(Collected data)
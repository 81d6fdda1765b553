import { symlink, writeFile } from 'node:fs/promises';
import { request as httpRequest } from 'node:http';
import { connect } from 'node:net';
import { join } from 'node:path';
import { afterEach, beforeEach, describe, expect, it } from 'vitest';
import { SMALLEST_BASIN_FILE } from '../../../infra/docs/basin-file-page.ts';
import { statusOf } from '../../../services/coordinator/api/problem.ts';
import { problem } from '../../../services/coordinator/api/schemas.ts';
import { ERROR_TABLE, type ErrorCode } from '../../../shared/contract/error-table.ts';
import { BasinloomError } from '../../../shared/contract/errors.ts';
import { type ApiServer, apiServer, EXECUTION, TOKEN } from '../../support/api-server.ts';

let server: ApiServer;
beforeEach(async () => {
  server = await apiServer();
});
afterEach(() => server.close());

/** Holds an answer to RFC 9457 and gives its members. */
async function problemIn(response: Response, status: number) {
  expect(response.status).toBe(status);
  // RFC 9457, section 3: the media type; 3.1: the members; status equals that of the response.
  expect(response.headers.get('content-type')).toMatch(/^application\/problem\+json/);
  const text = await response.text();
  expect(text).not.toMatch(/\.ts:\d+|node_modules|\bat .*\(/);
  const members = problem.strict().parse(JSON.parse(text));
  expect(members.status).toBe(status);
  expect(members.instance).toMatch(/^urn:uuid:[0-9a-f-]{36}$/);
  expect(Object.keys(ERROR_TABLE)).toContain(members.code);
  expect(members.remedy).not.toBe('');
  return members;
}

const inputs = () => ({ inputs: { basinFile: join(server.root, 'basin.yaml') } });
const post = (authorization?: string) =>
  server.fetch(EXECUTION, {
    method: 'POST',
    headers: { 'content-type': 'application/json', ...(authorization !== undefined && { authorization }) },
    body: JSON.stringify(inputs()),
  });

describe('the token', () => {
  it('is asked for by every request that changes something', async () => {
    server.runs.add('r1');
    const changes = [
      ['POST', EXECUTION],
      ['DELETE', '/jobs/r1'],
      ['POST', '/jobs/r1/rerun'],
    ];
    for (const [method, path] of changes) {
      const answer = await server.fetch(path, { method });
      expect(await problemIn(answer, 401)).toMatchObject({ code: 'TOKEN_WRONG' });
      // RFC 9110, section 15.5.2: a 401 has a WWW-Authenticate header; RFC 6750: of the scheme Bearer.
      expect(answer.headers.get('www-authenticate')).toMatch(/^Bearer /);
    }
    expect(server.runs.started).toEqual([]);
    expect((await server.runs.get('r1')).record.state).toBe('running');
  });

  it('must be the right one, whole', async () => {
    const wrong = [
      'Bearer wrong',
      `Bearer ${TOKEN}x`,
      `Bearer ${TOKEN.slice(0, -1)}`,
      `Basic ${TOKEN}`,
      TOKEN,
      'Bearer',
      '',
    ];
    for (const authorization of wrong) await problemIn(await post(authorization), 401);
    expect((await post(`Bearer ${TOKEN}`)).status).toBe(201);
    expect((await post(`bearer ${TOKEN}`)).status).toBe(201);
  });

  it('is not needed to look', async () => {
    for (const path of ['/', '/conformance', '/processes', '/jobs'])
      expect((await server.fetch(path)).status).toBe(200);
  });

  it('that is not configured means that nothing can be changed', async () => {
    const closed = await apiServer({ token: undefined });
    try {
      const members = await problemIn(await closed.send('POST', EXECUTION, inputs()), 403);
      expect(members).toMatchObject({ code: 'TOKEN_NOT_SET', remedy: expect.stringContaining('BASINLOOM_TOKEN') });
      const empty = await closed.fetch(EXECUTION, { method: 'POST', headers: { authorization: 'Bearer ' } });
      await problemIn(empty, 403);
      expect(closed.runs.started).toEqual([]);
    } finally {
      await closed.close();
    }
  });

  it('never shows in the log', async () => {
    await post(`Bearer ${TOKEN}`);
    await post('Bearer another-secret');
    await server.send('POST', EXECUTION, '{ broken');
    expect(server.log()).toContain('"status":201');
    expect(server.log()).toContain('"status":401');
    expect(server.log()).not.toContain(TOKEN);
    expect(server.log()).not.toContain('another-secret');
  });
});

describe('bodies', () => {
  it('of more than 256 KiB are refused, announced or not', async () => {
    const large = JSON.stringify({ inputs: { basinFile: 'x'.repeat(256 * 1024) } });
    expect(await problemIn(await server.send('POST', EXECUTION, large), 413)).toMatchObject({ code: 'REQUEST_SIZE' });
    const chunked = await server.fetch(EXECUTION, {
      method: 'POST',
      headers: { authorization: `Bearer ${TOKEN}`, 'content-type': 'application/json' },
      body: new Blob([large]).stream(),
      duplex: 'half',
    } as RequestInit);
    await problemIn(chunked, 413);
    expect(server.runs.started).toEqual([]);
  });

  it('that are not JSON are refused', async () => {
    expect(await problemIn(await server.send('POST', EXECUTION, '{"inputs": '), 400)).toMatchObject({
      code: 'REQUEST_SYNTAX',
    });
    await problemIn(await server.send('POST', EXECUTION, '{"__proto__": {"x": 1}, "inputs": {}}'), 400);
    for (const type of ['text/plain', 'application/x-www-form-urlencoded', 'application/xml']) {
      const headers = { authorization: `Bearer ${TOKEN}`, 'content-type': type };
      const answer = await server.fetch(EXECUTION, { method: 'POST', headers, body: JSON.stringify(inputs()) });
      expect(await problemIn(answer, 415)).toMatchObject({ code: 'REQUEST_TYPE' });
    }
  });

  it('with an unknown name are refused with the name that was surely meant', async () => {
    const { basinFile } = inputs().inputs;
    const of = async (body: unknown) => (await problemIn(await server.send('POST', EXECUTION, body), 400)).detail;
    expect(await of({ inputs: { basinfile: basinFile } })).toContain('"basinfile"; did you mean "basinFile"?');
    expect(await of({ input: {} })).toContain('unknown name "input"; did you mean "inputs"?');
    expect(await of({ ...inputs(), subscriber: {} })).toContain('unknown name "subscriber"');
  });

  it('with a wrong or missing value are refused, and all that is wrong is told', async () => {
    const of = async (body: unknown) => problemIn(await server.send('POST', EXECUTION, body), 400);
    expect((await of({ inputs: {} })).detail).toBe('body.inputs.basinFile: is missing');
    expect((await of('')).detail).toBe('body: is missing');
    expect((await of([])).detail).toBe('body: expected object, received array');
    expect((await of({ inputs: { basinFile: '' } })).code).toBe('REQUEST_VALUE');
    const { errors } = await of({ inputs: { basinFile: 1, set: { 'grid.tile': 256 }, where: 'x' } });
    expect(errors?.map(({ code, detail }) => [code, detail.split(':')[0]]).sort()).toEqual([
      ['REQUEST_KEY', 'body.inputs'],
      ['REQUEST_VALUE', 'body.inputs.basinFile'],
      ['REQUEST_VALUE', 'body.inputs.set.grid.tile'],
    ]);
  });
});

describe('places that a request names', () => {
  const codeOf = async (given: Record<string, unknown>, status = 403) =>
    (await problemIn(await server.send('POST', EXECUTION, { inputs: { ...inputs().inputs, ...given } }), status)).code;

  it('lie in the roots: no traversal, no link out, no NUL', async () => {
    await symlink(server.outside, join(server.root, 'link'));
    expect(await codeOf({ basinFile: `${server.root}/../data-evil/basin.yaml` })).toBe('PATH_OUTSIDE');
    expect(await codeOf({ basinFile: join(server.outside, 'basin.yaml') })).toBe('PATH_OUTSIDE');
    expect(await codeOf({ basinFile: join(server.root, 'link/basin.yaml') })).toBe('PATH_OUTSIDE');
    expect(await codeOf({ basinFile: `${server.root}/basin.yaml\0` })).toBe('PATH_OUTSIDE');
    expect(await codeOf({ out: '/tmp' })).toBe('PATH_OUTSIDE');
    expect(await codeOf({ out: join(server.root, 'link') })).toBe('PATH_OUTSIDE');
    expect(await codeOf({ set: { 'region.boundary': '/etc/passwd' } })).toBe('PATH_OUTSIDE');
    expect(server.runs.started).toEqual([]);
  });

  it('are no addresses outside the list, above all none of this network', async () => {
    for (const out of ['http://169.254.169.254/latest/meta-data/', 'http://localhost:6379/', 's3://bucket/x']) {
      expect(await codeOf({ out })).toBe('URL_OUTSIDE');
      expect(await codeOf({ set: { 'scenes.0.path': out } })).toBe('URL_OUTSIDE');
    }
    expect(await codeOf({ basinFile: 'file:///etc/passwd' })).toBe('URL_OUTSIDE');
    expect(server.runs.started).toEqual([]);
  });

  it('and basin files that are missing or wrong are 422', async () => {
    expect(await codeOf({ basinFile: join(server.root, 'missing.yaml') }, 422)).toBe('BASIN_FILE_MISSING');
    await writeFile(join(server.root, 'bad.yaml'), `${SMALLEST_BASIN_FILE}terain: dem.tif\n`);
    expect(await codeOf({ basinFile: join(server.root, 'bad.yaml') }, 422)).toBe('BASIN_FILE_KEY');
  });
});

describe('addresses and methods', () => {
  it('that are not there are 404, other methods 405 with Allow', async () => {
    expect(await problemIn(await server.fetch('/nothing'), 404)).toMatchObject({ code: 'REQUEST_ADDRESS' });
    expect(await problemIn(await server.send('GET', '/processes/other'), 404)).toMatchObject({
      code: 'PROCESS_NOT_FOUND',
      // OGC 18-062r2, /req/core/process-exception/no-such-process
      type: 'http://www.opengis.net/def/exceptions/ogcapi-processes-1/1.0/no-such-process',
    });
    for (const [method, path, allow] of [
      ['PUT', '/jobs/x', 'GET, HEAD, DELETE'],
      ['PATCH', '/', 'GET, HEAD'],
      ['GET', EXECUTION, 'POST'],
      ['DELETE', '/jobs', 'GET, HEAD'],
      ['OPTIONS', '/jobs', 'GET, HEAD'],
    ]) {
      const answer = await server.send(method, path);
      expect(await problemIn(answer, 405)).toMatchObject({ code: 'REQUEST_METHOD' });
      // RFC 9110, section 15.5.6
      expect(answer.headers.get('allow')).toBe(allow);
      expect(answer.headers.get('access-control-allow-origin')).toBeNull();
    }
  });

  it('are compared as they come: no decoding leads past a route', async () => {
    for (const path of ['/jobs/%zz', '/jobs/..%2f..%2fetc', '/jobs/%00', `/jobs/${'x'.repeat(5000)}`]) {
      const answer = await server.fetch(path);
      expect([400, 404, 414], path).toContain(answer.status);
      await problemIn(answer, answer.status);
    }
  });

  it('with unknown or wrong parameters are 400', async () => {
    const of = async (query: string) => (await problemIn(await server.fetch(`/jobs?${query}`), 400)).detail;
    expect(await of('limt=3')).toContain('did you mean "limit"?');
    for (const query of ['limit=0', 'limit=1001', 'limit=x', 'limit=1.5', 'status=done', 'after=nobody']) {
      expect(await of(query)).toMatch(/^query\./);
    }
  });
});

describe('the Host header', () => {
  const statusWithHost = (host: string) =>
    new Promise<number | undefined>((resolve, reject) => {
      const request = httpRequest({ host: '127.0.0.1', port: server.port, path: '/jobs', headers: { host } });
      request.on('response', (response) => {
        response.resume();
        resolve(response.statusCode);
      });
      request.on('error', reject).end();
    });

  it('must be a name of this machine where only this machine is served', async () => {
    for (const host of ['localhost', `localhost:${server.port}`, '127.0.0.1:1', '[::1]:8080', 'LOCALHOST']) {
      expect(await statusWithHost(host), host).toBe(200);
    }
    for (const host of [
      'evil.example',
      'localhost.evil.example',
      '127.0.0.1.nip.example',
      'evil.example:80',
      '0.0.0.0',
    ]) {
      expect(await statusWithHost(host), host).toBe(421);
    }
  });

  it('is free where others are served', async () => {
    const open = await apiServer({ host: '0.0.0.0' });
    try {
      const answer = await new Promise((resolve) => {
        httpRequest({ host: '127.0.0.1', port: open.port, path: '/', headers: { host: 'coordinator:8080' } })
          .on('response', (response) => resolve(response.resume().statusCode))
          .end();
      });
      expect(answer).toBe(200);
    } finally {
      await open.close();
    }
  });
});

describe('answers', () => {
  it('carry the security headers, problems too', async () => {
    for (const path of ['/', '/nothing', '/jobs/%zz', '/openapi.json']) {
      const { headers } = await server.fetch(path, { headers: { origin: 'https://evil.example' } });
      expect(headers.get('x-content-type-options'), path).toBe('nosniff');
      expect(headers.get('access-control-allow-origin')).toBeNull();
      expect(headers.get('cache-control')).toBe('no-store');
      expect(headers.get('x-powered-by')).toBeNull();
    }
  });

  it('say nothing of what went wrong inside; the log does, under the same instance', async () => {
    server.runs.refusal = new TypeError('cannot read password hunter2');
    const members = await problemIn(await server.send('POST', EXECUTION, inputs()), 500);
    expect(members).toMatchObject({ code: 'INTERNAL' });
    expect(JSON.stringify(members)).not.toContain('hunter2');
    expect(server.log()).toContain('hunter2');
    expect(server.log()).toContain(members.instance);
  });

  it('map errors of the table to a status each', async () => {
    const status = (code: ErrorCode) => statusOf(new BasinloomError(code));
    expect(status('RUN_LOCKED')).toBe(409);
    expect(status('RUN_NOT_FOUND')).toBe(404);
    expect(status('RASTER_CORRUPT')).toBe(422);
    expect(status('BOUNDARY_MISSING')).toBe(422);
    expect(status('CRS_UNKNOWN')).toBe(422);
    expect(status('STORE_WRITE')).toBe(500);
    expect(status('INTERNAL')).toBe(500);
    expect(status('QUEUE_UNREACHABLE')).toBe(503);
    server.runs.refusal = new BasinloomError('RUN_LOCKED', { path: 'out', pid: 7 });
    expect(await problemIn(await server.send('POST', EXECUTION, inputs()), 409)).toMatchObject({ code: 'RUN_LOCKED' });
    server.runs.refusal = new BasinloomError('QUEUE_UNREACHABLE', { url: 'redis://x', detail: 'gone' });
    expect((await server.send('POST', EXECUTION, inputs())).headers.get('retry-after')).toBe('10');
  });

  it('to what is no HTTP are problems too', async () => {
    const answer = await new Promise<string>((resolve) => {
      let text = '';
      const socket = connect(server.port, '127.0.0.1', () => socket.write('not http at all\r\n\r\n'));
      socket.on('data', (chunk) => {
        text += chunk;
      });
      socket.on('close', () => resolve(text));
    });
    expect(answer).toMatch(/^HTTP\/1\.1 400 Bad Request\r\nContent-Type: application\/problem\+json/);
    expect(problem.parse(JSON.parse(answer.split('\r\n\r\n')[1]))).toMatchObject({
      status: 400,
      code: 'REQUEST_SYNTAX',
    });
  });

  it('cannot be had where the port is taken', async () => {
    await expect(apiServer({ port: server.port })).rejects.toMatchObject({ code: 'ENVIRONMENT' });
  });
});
...
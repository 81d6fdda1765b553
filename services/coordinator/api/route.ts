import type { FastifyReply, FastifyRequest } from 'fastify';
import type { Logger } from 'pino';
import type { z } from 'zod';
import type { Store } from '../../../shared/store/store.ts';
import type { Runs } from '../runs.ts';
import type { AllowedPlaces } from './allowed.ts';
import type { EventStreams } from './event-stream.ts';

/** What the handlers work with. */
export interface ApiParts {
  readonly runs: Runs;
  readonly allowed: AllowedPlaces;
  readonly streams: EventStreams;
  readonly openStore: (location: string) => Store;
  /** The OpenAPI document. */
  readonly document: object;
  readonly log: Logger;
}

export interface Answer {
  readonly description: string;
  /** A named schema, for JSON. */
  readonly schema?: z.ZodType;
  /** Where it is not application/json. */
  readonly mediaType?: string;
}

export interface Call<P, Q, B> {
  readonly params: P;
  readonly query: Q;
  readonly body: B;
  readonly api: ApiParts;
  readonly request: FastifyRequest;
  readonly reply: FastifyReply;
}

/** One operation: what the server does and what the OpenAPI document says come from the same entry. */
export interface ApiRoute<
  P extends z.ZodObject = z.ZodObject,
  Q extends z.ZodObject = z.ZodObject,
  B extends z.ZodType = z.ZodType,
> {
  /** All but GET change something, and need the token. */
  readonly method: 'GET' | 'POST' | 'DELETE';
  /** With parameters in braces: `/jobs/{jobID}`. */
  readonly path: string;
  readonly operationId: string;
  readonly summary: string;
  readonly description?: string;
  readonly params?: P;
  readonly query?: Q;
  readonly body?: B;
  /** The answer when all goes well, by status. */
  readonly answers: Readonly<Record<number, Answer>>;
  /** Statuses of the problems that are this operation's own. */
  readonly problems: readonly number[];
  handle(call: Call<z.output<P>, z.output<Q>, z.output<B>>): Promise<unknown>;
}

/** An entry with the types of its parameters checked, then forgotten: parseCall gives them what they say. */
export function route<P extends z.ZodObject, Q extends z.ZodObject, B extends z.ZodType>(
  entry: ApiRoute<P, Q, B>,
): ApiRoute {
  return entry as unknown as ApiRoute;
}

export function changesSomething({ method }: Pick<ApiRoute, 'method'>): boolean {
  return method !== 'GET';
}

## Task goal:
Could you write out, exactly as they stand, only the lines above that begin at the line with "expect(status('INTERNAL')).toBe(500);" and stop after the line with "expect(answer).toMatch(/^HTTP\/1\.1 400 Bad"?

## Answer section:
    expect(status('INTERNAL')).toBe(500);
    expect(status('QUEUE_UNREACHABLE')).toBe(503);
    server.runs.refusal = new BasinloomError('RUN_LOCKED', { path: 'out', pid: 7 });
    expect(await problemIn(await server.send('POST', EXECUTION, inputs()), 409)).toMatchObject({ code: 'RUN_LOCKED' });
    server.runs.refusal = new BasinloomError('QUEUE_UNREACHABLE', { url: 'redis://x', detail: 'gone' });
    expect((await server.send('POST', EXECUTION, inputs())).headers.get('retry-after')).toBe('10');
  });

  it('to what is no HTTP are problems too', async () => {
    const answer = await new Promise<string>((resolve) => {
      let text = '';
      const socket = connect(server.port, '127.0.0.1', () => socket.write('not http at all\r\n\r\n'));
      socket.on('data', (chunk) => {
        text += chunk;
      });
      socket.on('close', () => resolve(text));
    });
    expect(answer).toMatch(/^HTTP\/1\.1 400 Bad Request\r\nContent-Type: application\/problem\+json/);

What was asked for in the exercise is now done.